Not telling your death-eligible client about a 30 year offer is not one of those “eh-maybe-if-I-feel-like-it” things.
And no one told Billy Slagle. No one told Billy Slagle of it 26 years ago and no one told Billy Slagle of it on Friday. Or Saturday. Or Sunday.
Billy Slagle died without ever knowing that he was offered a plea deal of 30 years. Billy Slagle died without ever knowing that there was a good chance that he’d have to hang on for just another four, or ten. Not forever. Not the sweet nothing of the hereafter. There was light at the end of the tunnel. Unfortunately for Billy, it was a different light and a different tunnel.
I don’t blame his lawyers 4. They were busy doing what they should have been doing: lawyering.

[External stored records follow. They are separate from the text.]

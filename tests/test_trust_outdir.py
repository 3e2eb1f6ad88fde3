"""A run owns its output folder: manifest, refusal of foreign files and inputs, --force, lock,
leftovers of killed runs, nested output folders (issue 9, items 2 and 3).

Every case goes through the command line and looks at the folder before and after.
"""

from __future__ import annotations

import json
import os
import subprocess
import sys
import time

import pytest

from firnline.cli import main
from firnline.outdir import MANIFEST, lock_path

YEARS3 = ("2015-10-01", "2018-09-30")


def cli(args, capsys):
    code = main(args)
    cap = capsys.readouterr()
    return code, cap.out, cap.err


# ----------------------------------------------------------------------------
# a rerun replaces exactly the files of the earlier run
# ----------------------------------------------------------------------------

def test_rerun_with_fewer_years_leaves_no_stale_map(builders, tmp_path, capsys):
    cfg = builders.folder_case(tmp_path)
    out = tmp_path / "out"
    assert cli(["run", str(cfg), "--quiet"], capsys)[0] == 0
    first = {p.name for p in out.iterdir()}
    assert "annual_balance_2016.tif" in first and MANIFEST in first
    manifest = json.loads((out / MANIFEST).read_text())
    assert manifest["command"] == "run" and set(manifest["files"]) == first - {MANIFEST}
    # the same config, clipped to the last two years
    short = builders.folder_case(tmp_path, climate={"start": "2016-10-01"})
    assert cli(["run", str(short), "--quiet"], capsys)[0] == 0
    second = {p.name for p in out.iterdir()}
    assert not any("2016" in n for n in second), sorted(second)
    assert second == set(json.loads((out / MANIFEST).read_text())["files"]) | {MANIFEST}
    assert builders.work_entries(out) == []


def test_smaller_sweep_leaves_no_old_scenario_map(builders, tmp_path, capsys):
    cfg = builders.folder_case(tmp_path)
    out = tmp_path / "sweep"
    assert cli(["scenarios", str(cfg), "--warming", "1", "2", "3", "--out", str(out), "--quiet"], capsys)[0] == 0
    assert (out / "mean_annual_balance_w+3.0_p+0.tif").exists()
    assert cli(["scenarios", str(cfg), "--warming", "1", "--out", str(out), "--quiet"], capsys)[0] == 0
    maps = sorted(p.name for p in out.glob("mean_annual_balance_*.tif"))
    assert maps == ["mean_annual_balance_w+0.0_p+0.tif", "mean_annual_balance_w+1.0_p+0.tif"]


def test_other_command_output_folders_nested_inside_are_kept(builders, tmp_path, capsys):
    """The README's layout: out/ from run, out/scenarios from a sweep; a rerun of run keeps the sweep."""
    cfg = builders.folder_case(tmp_path)
    out = tmp_path / "out"
    assert cli(["run", str(cfg), "--quiet"], capsys)[0] == 0
    assert cli(["scenarios", str(cfg), "--warming", "1", "--out", str(out / "scenarios"), "--quiet"],
               capsys)[0] == 0
    sweep = builders.snapshot(out / "scenarios")
    assert cli(["run", str(cfg), "--warming", "0.5", "--quiet"], capsys)[0] == 0
    assert builders.snapshot(out / "scenarios") == sweep
    assert json.loads((out / "run.json").read_text())["scenario"]["warming_k"] == 0.5


def test_gdal_sidecar_of_an_output_is_replaced_with_it(builders, tmp_path, capsys):
    """A GIS computing statistics leaves annual_balance_2016.tif.aux.xml: it belongs to our file."""
    cfg = builders.folder_case(tmp_path)
    out = tmp_path / "out"
    assert cli(["run", str(cfg), "--quiet"], capsys)[0] == 0
    (out / "annual_balance_2016.tif.aux.xml").write_text("<PAMDataset/>")
    assert cli(["run", str(cfg), "--quiet"], capsys)[0] == 0
    assert not (out / "annual_balance_2016.tif.aux.xml").exists()   # stale statistics are gone


# ----------------------------------------------------------------------------
# foreign files and inputs: refused before any computation
# ----------------------------------------------------------------------------

def test_folder_with_a_file_no_firnline_run_wrote_is_refused_and_untouched(builders, tmp_path, capsys):
    cfg = builders.folder_case(tmp_path)
    out = tmp_path / "mine"
    out.mkdir()
    (out / "notes.txt").write_text("field notes, 2019 season")
    before = builders.snapshot(out)
    t0 = time.perf_counter()
    code, _, err = cli(["run", str(cfg), "--out", str(out)], capsys)
    assert code == 2
    line = builders.one_sentence_no_traceback(err)
    assert "notes.txt" in line and "--force" in line
    assert builders.snapshot(out) == before and builders.work_entries(out) == []
    assert time.perf_counter() - t0 < 30        # refused before computing (no kernel run)


def test_force_writes_beside_the_users_files_and_keeps_them(builders, tmp_path, capsys):
    cfg = builders.folder_case(tmp_path)
    out = tmp_path / "mine"
    (out / "sub").mkdir(parents=True)
    (out / "notes.txt").write_text("field notes")
    (out / "sub" / "photo.jpg").write_bytes(b"\xff\xd8jpeg")
    assert cli(["run", str(cfg), "--out", str(out), "--force", "--quiet"], capsys)[0] == 0
    assert (out / "notes.txt").read_text() == "field notes"
    assert (out / "sub" / "photo.jpg").read_bytes() == b"\xff\xd8jpeg"
    assert (out / "summary.csv").exists()
    manifest = json.loads((out / MANIFEST).read_text())
    assert "notes.txt" not in manifest["files"] and set(manifest["kept"]) == {"notes.txt", "sub"}
    # without --force the next run is refused again: the user's files are still there
    code, _, err = cli(["run", str(cfg), "--out", str(out)], capsys)
    assert code == 2 and "notes.txt" in err
    # and a second forced run keeps them still
    assert cli(["run", str(cfg), "--out", str(out), "--force", "--quiet"], capsys)[0] == 0
    assert (out / "notes.txt").read_text() == "field notes"


def test_output_changed_after_the_run_is_refused_by_name(builders, tmp_path, capsys):
    cfg = builders.folder_case(tmp_path)
    out = tmp_path / "out"
    assert cli(["run", str(cfg), "--quiet"], capsys)[0] == 0
    with open(out / "summary.csv", "a") as f:
        f.write("# my remark\n")
    before = builders.snapshot(out)
    code, _, err = cli(["run", str(cfg)], capsys)
    assert code == 2
    line = builders.one_sentence_no_traceback(err)
    assert "summary.csv" in line and "changed" in line
    assert builders.snapshot(out) == before


@pytest.mark.parametrize("inside", ["config", "dem", "station"])
@pytest.mark.parametrize("force", [False, True])
def test_an_input_inside_the_output_folder_is_refused_even_with_force(builders, tmp_path, capsys, inside, force):
    cfg = builders.folder_case(tmp_path)
    name = {"config": "case.toml", "dem": "dem.tif", "station": "station.csv"}[inside]
    if inside == "config":
        out = tmp_path            # the folder holding the config
    else:
        out = tmp_path / "data"
        out.mkdir()
        (tmp_path / name).rename(out / name)
        key = {"dem": ("dem", "path"), "station": ("climate", "station_file")}[inside]
        cfg = builders.folder_case(tmp_path / "cfg", **{key[0]: {key[1]: str(out / name)}})
        (tmp_path / "cfg" / name).unlink()
    before = builders.snapshot(out)
    code, _, err = cli(["run", str(cfg), "--out", str(out)] + (["--force"] if force else []), capsys)
    assert code == 2
    line = builders.one_sentence_no_traceback(err)
    assert name in line and "input" in line
    assert builders.snapshot(out) == before


def test_calibrate_never_writes_over_its_config(builders, tmp_path, capsys):
    builders.folder_case(tmp_path, observations={"glacier_balances": "gb.csv"},
         calibration={"parameters": ["ddf_ice_mm_per_day_k"]})
    (tmp_path / "gb.csv").write_text("glacier,start_date,end_date,balance_mwe,sigma_mwe\n"
                                     "test plane,2015-10-01,2016-09-30,-1.0,0.2\n")
    out = tmp_path / "cal"
    out.mkdir()
    (tmp_path / "case.toml").rename(out / "calibrated.toml")      # the config, named like the output
    text = (out / "calibrated.toml").read_text().replace('"dem.tif"', f'"{tmp_path / "dem.tif"}"')
    text = text.replace('"station.csv"', f'"{tmp_path / "station.csv"}"').replace('"gb.csv"',
                                                                                f'"{tmp_path / "gb.csv"}"')
    (out / "calibrated.toml").write_text(text)
    before = builders.snapshot(out)
    for extra in ([], ["--force"]):
        code, _, err = cli(["calibrate", str(out / "calibrated.toml"), "--out", str(out)] + extra, capsys)
        assert code == 2 and "calibrated.toml" in builders.one_sentence_no_traceback(err)
        assert builders.snapshot(out) == before


def test_calibrated_toml_runs_into_a_folder_beside_the_calibration(builders, tmp_path, capsys):
    gb = tmp_path / "gb.csv"
    cfg = builders.folder_case(tmp_path, observations={"glacier_balances": "gb.csv"}, output={"dir": "cal"},
               calibration={"parameters": ["ddf_ice_mm_per_day_k"]})
    gb.write_text("glacier,start_date,end_date,balance_mwe,sigma_mwe\n"
                  "test plane,2015-10-01,2016-09-30,-1.0,0.2\ntest plane,2016-10-01,2017-09-30,-1.2,0.2\n")
    assert cli(["calibrate", str(cfg), "--quiet"], capsys)[0] == 0
    fitted = tmp_path / "cal" / "calibrated.toml"
    before = fitted.read_bytes()
    assert cli(["run", str(fitted), "--quiet"], capsys)[0] == 0
    assert (tmp_path / "cal_fitted_run" / "summary.csv").exists()
    assert fitted.read_bytes() == before


# ----------------------------------------------------------------------------
# the lock
# ----------------------------------------------------------------------------

def test_a_second_run_into_a_locked_folder_is_refused(builders, tmp_path, capsys):
    cfg = builders.folder_case(tmp_path)
    out = tmp_path / "out"
    holder = subprocess.Popen([sys.executable, "-c", "import time; time.sleep(60)"])
    try:
        lock_path(out).write_text(json.dumps({"pid": holder.pid, "host": os.uname().nodename}))
        code, _, err = cli(["run", str(cfg)], capsys)
        assert code == 2
        line = builders.one_sentence_no_traceback(err)
        assert f"process {holder.pid}" in line and "out" in line
        assert not out.exists()
        # a run into a folder inside the locked one is refused too
        code, _, err = cli(["run", str(cfg), "--out", str(out / "inner")], capsys)
        assert code == 2 and f"process {holder.pid}" in err
    finally:
        holder.kill()
        holder.wait()
    # the holder is gone: its stale lock is taken over
    assert cli(["run", str(cfg), "--quiet"], capsys)[0] == 0
    assert (out / "summary.csv").exists() and not lock_path(out).exists()


def test_stale_lock_of_a_reused_process_id_is_taken_over(builders, tmp_path, capsys):
    cfg = builders.folder_case(tmp_path)
    out = tmp_path / "out"
    # our own pid, but a start time that is not ours: the pid was reused
    lock_path(out).write_text(json.dumps({"pid": os.getpid(), "host": os.uname().nodename,
                                          "started": "1"}))
    assert cli(["run", str(cfg), "--quiet"], capsys)[0] == 0
    assert not lock_path(out).exists()


# ----------------------------------------------------------------------------
# leftovers of a killed run
# ----------------------------------------------------------------------------

def dead_pid() -> int:
    p = subprocess.Popen([sys.executable, "-c", "pass"])
    p.wait()
    return p.pid


def test_leftovers_of_a_killed_run_are_removed_by_the_next_run(builders, tmp_path, capsys):
    cfg = builders.folder_case(tmp_path, radiation={"cache_dir": "cache"})
    out = tmp_path / "out"
    assert cli(["run", str(cfg), "--quiet"], capsys)[0] == 0
    pid = dead_pid()
    staging = tmp_path / f".out.firnline-staging-{pid}-0123456789ab"
    staging.mkdir()
    (staging / "summary.csv").write_text("half written")
    cache = tmp_path / "cache"
    cache.mkdir()
    stale_tmp = cache / f".radiation-abc.pid{pid}.x1y2.tmp"
    stale_tmp.write_bytes(b"partial")
    live_tmp = cache / f".radiation-def.pid{os.getpid()}.x1y2.tmp"      # someone writing right now
    live_tmp.write_bytes(b"in progress")
    lock_path(out).write_text(json.dumps({"pid": pid, "host": os.uname().nodename}))
    assert cli(["run", str(cfg), "--quiet"], capsys)[0] == 0
    assert builders.work_entries(out) == []
    assert not stale_tmp.exists() and live_tmp.exists()


def test_run_killed_between_the_two_renames_of_a_swap_gets_its_earlier_set_back(builders, tmp_path, capsys):
    """Where the system cannot exchange two folders in one step, the swap is two renames;
    a SIGKILL between them leaves the earlier set under a work name and no output folder."""
    cfg = builders.folder_case(tmp_path)
    out = tmp_path / "out"
    assert cli(["run", str(cfg), "--quiet"], capsys)[0] == 0
    earlier = builders.snapshot(out)
    pid = dead_pid()
    out.rename(tmp_path / f".out.firnline-old-{pid}-0123456789ab")
    (tmp_path / f".out.firnline-staging-{pid}-ba9876543210").mkdir()
    # the next run first restores the earlier set (a run that fails on its input leaves it so)
    bad = builders.folder_case(tmp_path / "bad", climate={"temperature_column": "nope"})
    code, _, err = cli(["run", str(bad), "--out", str(out)], capsys)
    assert code == 2 and "nope" in err
    assert builders.snapshot(out) == earlier and builders.work_entries(out) == []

Werneke and Wilhelm hurriedly prepared an appeal and a request to halt the execution, to be filed yesterday with the Supreme Court. They did not try to reach Slagle, thinking they did not have access to him on Death Row over the weekend.
JoEllen Smith of the Ohio Department of Rehabilitation and Correction said Slagle’s attorneys could have contacted him over the weekend in an emergency situation by calling his case manager’s cellphone or the prison.
Coulda, shoulda, woulda. Except Billy is dead and Werneke and Wilhelm are dying on the inside. This is worse than Sharon Keller. Keller was a judge. Ostensibly a mean, pro-death penalty judge.
Werneke and Wilhelm are devotees to the cause of abolition. They work their lives to prevent the State from putting people to death. They have given up so much, like so many others, to this fight. They fight in the dark, handcuffed and they don’t give up. To have this happen to a defense lawyer is nearly as bad as what happened to Slagle 5.
Why didn’t they call him? Why didn’t they go see him? I don’t know. Maybe Billy was never the type to commit suicide. Until he did. Maybe, they thought, Billy we’ll surprise him with this on Monday. Maybe. Who’d think a person would kill himself days before an execution.
We’ll never know. And neither will Billy.
This is why the business of death is a tragedy.